観光地の人混みの中で、みおだけが少し別の縮尺にいるような感じがした。
央が、シャッターを押した。
昼食場所の選定は、思ったより難航した。
ひなが言った。
「しらす丼。絶対しらす丼。ここまで来てしらすを食べない理由がない」
太秦が言った。
「でも混んでそう。カフェにしない? あの雰囲気のいいところ」
「カフェは東京でも行けるじゃん」
「しらす丼も東京で食べれる」
「鎌倉で食べることに意味がある」
「カフェも鎌倉で食べることに意味がある」
ひなと太秦が、向かい合ったまま動かなかった。
さやかが、両者を一度見た。
「……ひなっち、そのしらす丼、行列どれくらい?」
「……調べます」
ひなが、スマートフォンを開いた。
「三十分待ち」
「太秦くんのカフェは?」
「十分待ちくらい」
「しらす丼にする」
太秦が、抗議しようとした。
「三十分の方が?」
「混んでるってことは美味しいってこと。それに三十分並べば、今日の観光で一番の思い出になる可能性がある」
太秦が、少し考えた。
「……確かに」
「でしょ」
「さやかさんの理屈、たまに飛躍するんだよな」
「飛躍してない。消去法とリスク評価の話をした」
太秦が「そう、かな」と首をかしげた。
さやかが「そう」と一言で返した。
しらす丼の店に並んだ。
待ちながら、ひなが店の壁のメニューを眺めていた。
「ダブルしらす丼ってやつにしようかな」
「それ、しらすが二倍乗ってる?」
「そう。

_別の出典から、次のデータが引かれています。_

"""The operator M on all possible errors, against dense matrices made from its definition."""

from unittest.mock import patch

import numpy as np
import pytest

from dec.audit import network
from dec.audit.adjusted.evidence import Evidence

from .dense_reference import Row
from .measured_networks import Measured, measured


def evidence_of(net: Measured) -> tuple[Evidence, list[Row | None]]:
    """What the audit works with, and what one unit of each of its errors adds to the readings; None where unseen."""
    seen: list[tuple] = []
    plain = network.tested

    def kept(*args: object, **more: object) -> object:
        seen.append(args)
        return plain(*args, **more)  # type: ignore[arg-type]

    with patch.object(network, "tested", kept):
        net.audit()
    model, adjustment = seen[0][:2]
    exact = net.exact
    errors: list[Row | None] = [
        exact.alone(exact.at.index(i)) if i in exact.at else None for i in range(len(exact.basis))
    ]
    if net.law == "loop":
        errors += [net.error[v] for v in model.attached.tolist()]
        return adjustment.evidence, errors
    for number in range(int(adjustment.group.max()) + 1):
        here = [v for v in range(net.case.n) if adjustment.group[v] == number and v in net.error]
        errors.append(net.error[here[0]] if here else None)
    return adjustment.evidence, errors


@pytest.mark.parametrize("law", ["balance", "loop"])
@pytest.mark.parametrize("size", ["", "0.5", "2%"])
def test_every_entry_is_that_of_the_definition(law: str, size: str):
    for seed in range(6000, 6030):
        net = measured(law, seed, size)
        exact = net.exact
        found, errors = evidence_of(net)
        count, m = len(errors), len(exact.basis)
        assert (found.n_edges, len(found.score)) == (m, count)
        seen = np.zeros((count, exact.dof))
        for k, error in enumerate(errors):
            if error is not None:
                seen[k] = [float(x) for x in exact.seen(error)]
        spread = np.array([[float(x) for x in row] for row in exact.spread]).reshape(exact.dof, exact.dof)
        dense = seen @ spread @ seen.T
        score = seen @ np.array([float(x) for x in exact.weighed])
        scale = {"rtol": 1e-9, "atol": 1e-9}
        np.testing.assert_allclose(found.score, score, rtol=1e-9, atol=1e-9 * (1 + np.abs(score).max(initial=0)))
        np.testing.assert_allclose(found.columns(np.arange(count)), dense, **scale)
        np.testing.assert_allclose(found.diagonal, np.diag(dense), **scale)
        assert found.testable.tolist() == [bool(row.any()) for row in seen]
        np.testing.assert_allclose(found.weights(np.arange(count)), np.diag(dense), **scale)
        assert not found.score[~found.testable].any()
        assert not found.columns(np.arange(count))[~found.testable].any()
        rng = np.random.default_rng(seed)
        drawn = np.zeros((m, 3))
        drawn[exact.at] = rng.normal(size=(len(exact.at), 3))
        np.testing.assert_allclose(found.of_readings(drawn), dense[:, :m] @ drawn, **scale)
        assert (found.rough[found.testable] > 0).all()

単純に二倍」
「量は大丈夫?」
「多い方がいい。写真映えするし」
太秦が、「ひなちゃんのごはんの選び方、一貫してる」と言った。
ひなが、「そこは譲れない」と真顔で返した。
三十分後、席に着いた。
しらす丼は、想像以上に良かった。
「美味しい」
ほのかが、率直に言った。
「でしょ。来てよかった」
「来てよかったです」
「三十分並んだ意味あったね」
「三十二分です」
「……そう」
ひなが、少し笑った。
「みおはどう?」
「……美味しいです」
みおが、一口食べてから答えた。
「良かった。みおに美味しいって言ってもらえると、なんか確認できた感じがする」
「……どうしてですか」
「みおって、美味しくないものには感想を言わないじゃん。食べてるとき黙ってるから」
みおが、少し止まった。
「……そうですか」
「気づいてなかった?」
「……あまり、意識していませんでした」
「でも、そう。だから美味しいって言ったとき、本当に美味しいんだって信頼できる」
みおが、ひなの言葉をしばらく考えるような顔をしていた。
「……それは、あまり積極的に良い評価ではないかもしれません」
「そう? あたしはいいと思う。みおが美味しいって言うと、嬉しくなる」
ひなが、また食べ始めた。
みおが、少し間を置いてから、また箸を動かした。
央は、そのやりとりを聞いていた。
ひながみおを観察していて、その観察が正確であることを、央は知っていた。
みおが「美味しい」と言う場面を、最初のうちはあまり見なかった。
でも、最近は少し増えた気がした。
(みおが変わったのか、場所が変わったのか)
どちらでもある気がした。
どちらでもあっていいとも、思った。